»»
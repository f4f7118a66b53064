"""Write the hot-giant example's light curve and radial velocities from a fixed seed.

Run ``python -m planetfit.demo.hot_giant [OUTDIR]`` (default: this package's
``hot-giant/`` folder). The system is invented: an F star, Orvane-2, with a
close-in giant (b) on a slightly eccentric orbit whose infrared (4.5 um) light curve shows the
transit, the secondary eclipse and the phase curve. The transit is made with
batman's public ``TransitModel``; the eclipse with its secondary-eclipse mode,
given the eclipse time (superior conjunction from batman's own
``get_t_secondary`` plus 2a/c-type light time) through a fresh parameter
object; the phase curve from radvel's true anomaly -- independent of
planetfit's own evaluation. Exposures are averaged over 15 sub-exposures.
"""

import copy
import json
import math
import sys
from pathlib import Path

import batman
import numpy as np
from radvel import kepler, orbit

from planetfit.core.geometry import solve_orbit
from planetfit.core.units import C_SI, MINUTES_PER_DAY, PPM, R_SUN_M, SECONDS_PER_DAY

SEED = 20261202
FOLDER = Path(__file__).resolve().parent / "hot-giant"
CONFIG = FOLDER / "hot-giant.yaml"
TRUTH = {
    "star": {"mass_msun": 1.25, "radius_rsun": 1.40, "teff_k": 6300.0},
    "b": {
        "period_days": 1.91372,
        "transit_bjd": 2460101.2731,
        "radius_ratio": 0.105,
        "impact": 0.25,
        "rv_amplitude_ms": 215.0,
        "e": 0.08,
        "omega_deg": 70.0,
    },
    # At 4.5 um: blackbody brightness temperatures of 2356 K (day) and 1437 K (night) against a
    # 6300 K blackbody star, which Cowan & Agol (2011) eqs. 4-5 give for Bond albedo 0.1 and redistribution 0.3
    # (over the whole warm-Spitzer 4.5 um band the example's config names, 2364 K and 1444 K).
    "light": {"eclipse_depth_ppm": 2526.4, "nightside_ppm": 883.3, "hotspot_offset_deg": 20.0},
    "limb_darkening_u": [0.08, 0.15],
}
PHOTOMETRY = {"start_bjd": 2460100.5, "days": 12.0, "cadence_min": 10.0, "noise_ppm": 150.0}
RVS = {"points": 30, "error_ms": 12.0, "offset_ms": -8.0, "span_bjd": (2460080.0, 2460160.0)}
SUBEXPOSURES = 15


def _params(star, b):
    """batman parameters of the truth, and a/R* and sin i."""
    w = np.radians(b["omega_deg"])
    a_r, cos_i, _ = solve_orbit(
        b["period_days"], b["rv_amplitude_ms"], b["impact"], b["e"], w, star["mass_msun"], star["radius_rsun"]
    )
    p = batman.TransitParams()
    p.t0, p.per, p.rp, p.a = b["transit_bjd"], b["period_days"], b["radius_ratio"], float(a_r)
    p.inc, p.ecc, p.w = float(np.degrees(np.arccos(cos_i))), b["e"], b["omega_deg"]
    p.u, p.fp = list(TRUTH["limb_darkening_u"]), 1.0
    p.limb_dark = "quadratic"
    return p, float(a_r), float(np.sqrt(1 - cos_i**2))


def light_curve(t, truth=TRUTH, subexposures=SUBEXPOSURES, exposure_min=PHOTOMETRY["cadence_min"]):
    """Noise-free flux relative to the star: transit plus the planet's phase curve, occulted in eclipse."""
    star, b, light = truth["star"], truth["b"], truth["light"]
    offsets = exposure_min / MINUTES_PER_DAY * ((np.arange(subexposures) + 0.5) / subexposures - 0.5)
    ts = (t[:, None] + offsets).ravel()
    p, a_r, sin_i = _params(star, b)
    transit = batman.TransitModel(p, ts).light_curve(p)
    e, w = b["e"], np.radians(b["omega_deg"])
    delay = 2 * a_r * star["radius_rsun"] * R_SUN_M * (1 - e * e) * sin_i / (1 - (e * np.sin(w)) ** 2) / C_SI
    secondary = copy.copy(p)
    secondary.t_secondary = batman.TransitModel(p, ts[:2]).get_t_secondary(p) + delay / SECONDS_PER_DAY
    seen = batman.TransitModel(secondary, ts, transittype="secondary").light_curve(secondary) - 1.0
    tp = orbit.timetrans_to_timeperi(b["transit_bjd"], b["period_days"], e, w)
    theta = orbit.true_anomaly(ts, tp, b["period_days"], e) + w
    delta = np.radians(light["hotspot_offset_deg"])
    big, small = light["eclipse_depth_ppm"], light["nightside_ppm"]
    planet = 0.5 * (big + small) + 0.5 * (big - small) * np.cos(theta - 1.5 * np.pi + delta) / np.cos(delta)
    return (transit + PPM * planet * seen).reshape(-1, subexposures).mean(axis=1)


def radial_velocity(t, truth=TRUTH):
    """Noise-free stellar RV (m/s)."""
    b = truth["b"]
    w = np.radians(b["omega_deg"])
    tp = orbit.timetrans_to_timeperi(b["transit_bjd"], b["period_days"], b["e"], w)
    return kepler.rv_drive(t, np.array([b["period_days"], tp, b["e"], w, b["rv_amplitude_ms"]]))


def true_parameters(truth=TRUTH):
    """The example config's parameters at the truth (flux level 1, jitter 1 m/s), by parameter name.

    Light parameters are given for band ``camera``; a model without them simply does not look them up.
    """
    b, w = truth["b"], math.radians(truth["b"]["omega_deg"])
    u1, u2 = truth["limb_darkening_u"]
    values = {f"b.{k}": b[k] for k in ("period_days", "transit_bjd", "radius_ratio", "impact", "rv_amplitude_ms")}
    values.update({f"b.camera.{k}": v for k, v in truth["light"].items()})
    values.update(
        {
            "star.mass_msun": truth["star"]["mass_msun"],
            "star.radius_rsun": truth["star"]["radius_rsun"],
            "b.sqrt_e_cos_w": math.sqrt(b["e"]) * math.cos(w),
            "b.sqrt_e_sin_w": math.sqrt(b["e"]) * math.sin(w),
            "camera.limb_darkening_q1": (u1 + u2) ** 2,
            "camera.limb_darkening_q2": u1 / (2 * (u1 + u2)),
            "camera.flux_level": 1.0,
            "spectrograph.offset_ms": RVS["offset_ms"],
            "spectrograph.jitter_ms": 1.0,
        }
    )
    return values


def write(outdir, seed=SEED, truth=TRUTH):
    """Write ``photometry.csv``, ``rv.txt`` and ``truth.json`` into ``outdir``."""
    outdir = Path(outdir)
    outdir.mkdir(parents=True, exist_ok=True)
    rng = np.random.default_rng(seed)
    ph = PHOTOMETRY
    t = np.arange(ph["start_bjd"], ph["start_bjd"] + ph["days"], ph["cadence_min"] / MINUTES_PER_DAY)
    flux = light_curve(t, truth) + rng.normal(0, ph["noise_ppm"] * PPM, t.size)
    np.savetxt(
        outdir / "photometry.csv",
        np.column_stack([t, flux, np.full(t.size, ph["noise_ppm"] * PPM)]),
        delimiter=",",
        fmt=["%.6f", "%.8f", "%.8f"],
        header="bjd_tdb,flux,flux_err",
        comments="",
    )
    t_rv = np.sort(rng.uniform(*RVS["span_bjd"], RVS["points"]))
    rv = radial_velocity(t_rv, truth) + RVS["offset_ms"] + rng.normal(0, RVS["error_ms"], t_rv.size)
    np.savetxt(
        outdir / "rv.txt",
        np.column_stack([t_rv, rv, np.full(t_rv.size, RVS["error_ms"])]),
        fmt=["%.5f", "%.3f", "%.3f"],
        header="bjd_tdb rv_ms sigma_rv_ms",
        comments="",
    )
    (outdir / "truth.json").write_text(json.dumps(dict(truth, seed=seed), indent=2) + "\n")


if __name__ == "__main__":
    write(sys.argv[1] if len(sys.argv) > 1 else FOLDER)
««
Instructions to follow =>
Transcribe the material above in full.

Answer below =>
repository f4f7118a66b53064
"""Write the hot-giant example's light curve and radial velocities from a fixed seed.

Run ``python -m planetfit.demo.hot_giant [OUTDIR]`` (default: this package's
``hot-giant/`` folder). The system is invented: an F star, Orvane-2, with a
close-in giant (b) on a slightly eccentric orbit whose infrared (4.5 um) light curve shows the
transit, the secondary eclipse and the phase curve. The transit is made with
batman's public ``TransitModel``; the eclipse with its secondary-eclipse mode,
given the eclipse time (superior conjunction from batman's own
``get_t_secondary`` plus 2a/c-type light time) through a fresh parameter
object; the phase curve from radvel's true anomaly -- independent of
planetfit's own evaluation. Exposures are averaged over 15 sub-exposures.
"""

import copy
import json
import math
import sys
from pathlib import Path

import batman
import numpy as np
from radvel import kepler, orbit

from planetfit.core.geometry import solve_orbit
from planetfit.core.units import C_SI, MINUTES_PER_DAY, PPM, R_SUN_M, SECONDS_PER_DAY

SEED = 20261202
FOLDER = Path(__file__).resolve().parent / "hot-giant"
CONFIG = FOLDER / "hot-giant.yaml"
TRUTH = {
    "star": {"mass_msun": 1.25, "radius_rsun": 1.40, "teff_k": 6300.0},
    "b": {
        "period_days": 1.91372,
        "transit_bjd": 2460101.2731,
        "radius_ratio": 0.105,
        "impact": 0.25,
        "rv_amplitude_ms": 215.0,
        "e": 0.08,
        "omega_deg": 70.0,
    },
    # At 4.5 um: blackbody brightness temperatures of 2356 K (day) and 1437 K (night) against a
    # 6300 K blackbody star, which Cowan & Agol (2011) eqs. 4-5 give for Bond albedo 0.1 and redistribution 0.3
    # (over the whole warm-Spitzer 4.5 um band the example's config names, 2364 K and 1444 K).
    "light": {"eclipse_depth_ppm": 2526.4, "nightside_ppm": 883.3, "hotspot_offset_deg": 20.0},
    "limb_darkening_u": [0.08, 0.15],
}
PHOTOMETRY = {"start_bjd": 2460100.5, "days": 12.0, "cadence_min": 10.0, "noise_ppm": 150.0}
RVS = {"points": 30, "error_ms": 12.0, "offset_ms": -8.0, "span_bjd": (2460080.0, 2460160.0)}
SUBEXPOSURES = 15


def _params(star, b):
    """batman parameters of the truth, and a/R* and sin i."""
    w = np.radians(b["omega_deg"])
    a_r, cos_i, _ = solve_orbit(
        b["period_days"], b["rv_amplitude_ms"], b["impact"], b["e"], w, star["mass_msun"], star["radius_rsun"]
    )
    p = batman.TransitParams()
    p.t0, p.per, p.rp, p.a = b["transit_bjd"], b["period_days"], b["radius_ratio"], float(a_r)
    p.inc, p.ecc, p.w = float(np.degrees(np.arccos(cos_i))), b["e"], b["omega_deg"]
    p.u, p.fp = list(TRUTH["limb_darkening_u"]), 1.0
    p.limb_dark = "quadratic"
    return p, float(a_r), float(np.sqrt(1 - cos_i**2))


def light_curve(t, truth=TRUTH, subexposures=SUBEXPOSURES, exposure_min=PHOTOMETRY["cadence_min"]):
    """Noise-free flux relative to the star: transit plus the planet's phase curve, occulted in eclipse."""
    star, b, light = truth["star"], truth["b"], truth["light"]
    offsets = exposure_min / MINUTES_PER_DAY * ((np.arange(subexposures) + 0.5) / subexposures - 0.5)
    ts = (t[:, None] + offsets).ravel()
    p, a_r, sin_i = _params(star, b)
    transit = batman.TransitModel(p, ts).light_curve(p)
    e, w = b["e"], np.radians(b["omega_deg"])
    delay = 2 * a_r * star["radius_rsun"] * R_SUN_M * (1 - e * e) * sin_i / (1 - (e * np.sin(w)) ** 2) / C_SI
    secondary = copy.copy(p)
    secondary.t_secondary = batman.TransitModel(p, ts[:2]).get_t_secondary(p) + delay / SECONDS_PER_DAY
    seen = batman.TransitModel(secondary, ts, transittype="secondary").light_curve(secondary) - 1.0
    tp = orbit.timetrans_to_timeperi(b["transit_bjd"], b["period_days"], e, w)
    theta = orbit.true_anomaly(ts, tp, b["period_days"], e) + w
    delta = np.radians(light["hotspot_offset_deg"])
    big, small = light["eclipse_depth_ppm"], light["nightside_ppm"]
    planet = 0.5 * (big + small) + 0.5 * (big - small) * np.cos(theta - 1.5 * np.pi + delta) / np.cos(delta)
    return (transit + PPM * planet * seen).reshape(-1, subexposures).mean(axis=1)


def radial_velocity(t, truth=TRUTH):
    """Noise-free stellar RV (m/s)."""
    b = truth["b"]
    w = np.radians(b["omega_deg"])
    tp = orbit.timetrans_to_timeperi(b["transit_bjd"], b["period_days"], b["e"], w)
    return kepler.rv_drive(t, np.array([b["period_days"], tp, b["e"], w, b["rv_amplitude_ms"]]))


def true_parameters(truth=TRUTH):
    """The example config's parameters at the truth (flux level 1, jitter 1 m/s), by parameter name.

    Light parameters are given for band ``camera``; a model without them simply does not look them up.
    """
    b, w = truth["b"], math.radians(truth["b"]["omega_deg"])
    u1, u2 = truth["limb_darkening_u"]
    values = {f"b.{k}": b[k] for k in ("period_days", "transit_bjd", "radius_ratio", "impact", "rv_amplitude_ms")}
    values.update({f"b.camera.{k}": v for k, v in truth["light"].items()})
    values.update(
        {
            "star.mass_msun": truth["star"]["mass_msun"],
            "star.radius_rsun": truth["star"]["radius_rsun"],
            "b.sqrt_e_cos_w": math.sqrt(b["e"]) * math.cos(w),
            "b.sqrt_e_sin_w": math.sqrt(b["e"]) * math.sin(w),
            "camera.limb_darkening_q1": (u1 + u2) ** 2,
            "camera.limb_darkening_q2": u1 / (2 * (u1 + u2)),
            "camera.flux_level": 1.0,
            "spectrograph.offset_ms": RVS["offset_ms"],
            "spectrograph.jitter_ms": 1.0,
        }
    )
    return values


def write(outdir, seed=SEED, truth=TRUTH):
    """Write ``photometry.csv``, ``rv.txt`` and ``truth.json`` into ``outdir``."""
    outdir = Path(outdir)
    outdir.mkdir(parents=True, exist_ok=True)
    rng = np.random.default_rng(seed)
    ph = PHOTOMETRY
    t = np.arange(ph["start_bjd"], ph["start_bjd"] + ph["days"], ph["cadence_min"] / MINUTES_PER_DAY)
    flux = light_curve(t, truth) + rng.normal(0, ph["noise_ppm"] * PPM, t.size)
    np.savetxt(
        outdir / "photometry.csv",
        np.column_stack([t, flux, np.full(t.size, ph["noise_ppm"] * PPM)]),
        delimiter=",",
        fmt=["%.6f", "%.8f", "%.8f"],
        header="bjd_tdb,flux,flux_err",
        comments="",
    )
    t_rv = np.sort(rng.uniform(*RVS["span_bjd"], RVS["points"]))
    rv = radial_velocity(t_rv, truth) + RVS["offset_ms"] + rng.normal(0, RVS["error_ms"], t_rv.size)
    np.savetxt(
        outdir / "rv.txt",
        np.column_stack([t_rv, rv, np.full(t_rv.size, RVS["error_ms"])]),
        fmt=["%.5f", "%.3f", "%.3f"],
        header="bjd_tdb rv_ms sigma_rv_ms",
        comments="",
    )
    (outdir / "truth.json").write_text(json.dumps(dict(truth, seed=seed), indent=2) + "\n")


if __name__ == "__main__":
    write(sys.argv[1] if len(sys.argv) > 1 else FOLDER)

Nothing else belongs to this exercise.